Overview
Teaching: 10 min
Exercises: 0 minQuestions
What is High Performance Computing?
Why should I be using High Performance Computing for my research?
Don’t I need to know how to program to use High Performance Computing?
Objectives
Understand what an HPC is.
Understand how HPC can improve your research efficiency.
Understand the ‘barrier to entry’ is lower than you’d think.
High Performance Computing, known commonly as HPC or HPRC, is the name given to the use of computers with capabilities beyond the scope of standard desktop computers. The computers that qualify as HPC systems are typically seen as being more powerful than other systems; usually because they have more central processing units (CPUs), CPUs that operate at higher speeds, more memory, more storage, and faster connections with other computer systems. HPC systems are used when the resources of more standard computers, such as most dektops and laptops, are not enough to provide results in a timely fashion, if at all.
A Cluster of Computers?
Most frequently, HPC systems are an interconnected network or cluster or many CPU’s. Each CPU can perform many tasks simultaneously. By distributing "jobs" across many CPU’s, hundreds or thousands of tasks can be performed in parallel.
Working with HPC systems involves the use of a "UNIX shell" through a command line interface (CLI). A UNIX shell is a program which passes user instructions to other programs and returns results to the user or other programs. The user can pass the shell instructions interactively via typing them, or programatically by executing scripts. The most popular UNIX shell is Bash, the Bourne Again Shell, which we will be using to interact with the HPC. As HPC users we need an understanding of basic UNIX commands, which will be the initial focus of this lesson.

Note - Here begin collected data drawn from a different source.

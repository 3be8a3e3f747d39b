//! The chemistry tables: families, strong ions, substances, hazard classes, exposure levels.
//!
//! The catalog is built from the text of the data files (the caller reads or embeds them);
//! it checks that every cross-reference resolves and every step is self-consistent, so the
//! engine can index without checking again. It never reads files itself.

pub mod combined;
pub mod complexes;
pub mod density;
pub mod dilution;
pub mod gas_name;
pub mod ghs;
pub mod heat;
pub mod limits;
pub mod physical;
pub mod pitzer;
pub mod salting;
pub mod species;
pub mod substances;
pub mod volatility;

use serde::{Deserialize, Serialize};
use std::collections::{BTreeMap, HashMap};

pub use gas_name::GasName;
pub use limits::{GasKind, GasLimits, JudgedLevels, LimitsFile};
pub use species::{Family, StrongIon};
pub use substances::{HazardClass, PhysicalState};

use substances::{ClassesFile, SubstanceEntry, SubstancesFile};

#[derive(Debug, Clone, Copy, PartialEq, Eq, Hash, PartialOrd, Ord, Serialize, Deserialize)]
pub struct FamilyId(pub usize);
#[derive(Debug, Clone, Copy, PartialEq, Eq, Hash, PartialOrd, Ord, Serialize, Deserialize)]
pub struct IonId(pub usize);
#[derive(Debug, Clone, Copy, PartialEq, Eq, Hash, PartialOrd, Ord, Serialize, Deserialize)]
pub struct SubstanceId(pub usize);

/// The text of every data file, named by the file it came from (for error messages).
pub struct DataSources<'a> {
    pub species: (&'a str, &'a str),
    pub substances: (&'a str, &'a str),
    pub classes: (&'a str, &'a str),
    pub limits: (&'a str, &'a str),
    pub physical: (&'a str, &'a str),
    pub combined: (&'a str, &'a str),
    pub complexes: (&'a str, &'a str),
    pub releases: (&'a str, &'a str),
    pub heat: (&'a str, &'a str),
    pub density: (&'a str, &'a str),
    pub dilution: (&'a str, &'a str),
    pub volatility: (&'a str, &'a str),
    pub pitzer: (&'a str, &'a str),
    pub salting: (&'a str, &'a str),
}

/// A commercial solution: one millilitre holds `solute_mol_per_ml` of the solute.
#[derive(Debug, Clone, Serialize, Deserialize)]
pub struct SolutionForm {
    pub solute: SubstanceId,
    pub mass_percent: f64,
    pub solute_mol_per_ml: f64,
}

/// A substance with every reference resolved.
#[derive(Debug, Clone, Serialize, Deserialize)]
pub struct Substance {
    pub name: String,
    pub synonyms: Vec<String>,
    pub cas: Option<String>,
    pub formula: Option<String>,
    /// g/mol of what one "mole" of this entry is (for solutions: of the solute).
    pub molar_mass: Option<f64>,
    pub state: PhysicalState,
    pub families: Vec<(FamilyId, f64)>,
    pub ions: Vec<(IonId, f64)>,
    /// g per litre of saturated solution.
    pub solubility_g_per_l: Option<f64>,
    /// g/mL of the neat liquid or the commercial solution.
    pub density_g_per_ml: Option<f64>,
    pub solution: Option<SolutionForm>,
    pub classes: Vec<String>,
    pub entry: SubstanceEntry,
}

impl Substance {
    /// True when the substance takes no part in proton transfer (solvents, neutral organics).
    pub fn is_inert(&self) -> bool {
        self.families.is_empty() && self.ions.is_empty()
    }
}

Although users can work interactively with HPC systems, it is more common (and better practice) to perform most tasks via submitting "jobs". A job consists of commands which request HPC resources and specify a task to be completed. Jobs are prioritised and placed in a queue by a "job scheduler" before being executed.
HPC systems are designed specifically to assist researchers with analytically demanding tasks. Users can perform many small tasks simultaneously, such as projecting a single model onto datasets from different years. This is an example of “serial programming”, where each task is entirely independent from the others. Alternatively, with the assistance of Message Passing Interfaces (MPI’s), users can combine multiple CPU resources to perform a single task more efficiently. This is an example of “parallel programming”, where each CPU is working on a portion of single task, before results are assembled in the correct order by an MPI. The benefits of using HPC systems for research often far outweigh the cost of learning to use a Shell and include:
Key Points
High Performance Computing (HPC) typically involves connecting remotely to a cluster of computers.
HPCs can be used to do work that would either be impossible or much slower in a Desktop environment.
Typical HPC workflows involve submitting “jobs” to a scheduler which queues/priortises the “jobs” of all users.
The standard method of interacting with HPC’s is via a Linux-based Command Line Interface called “The Shell”.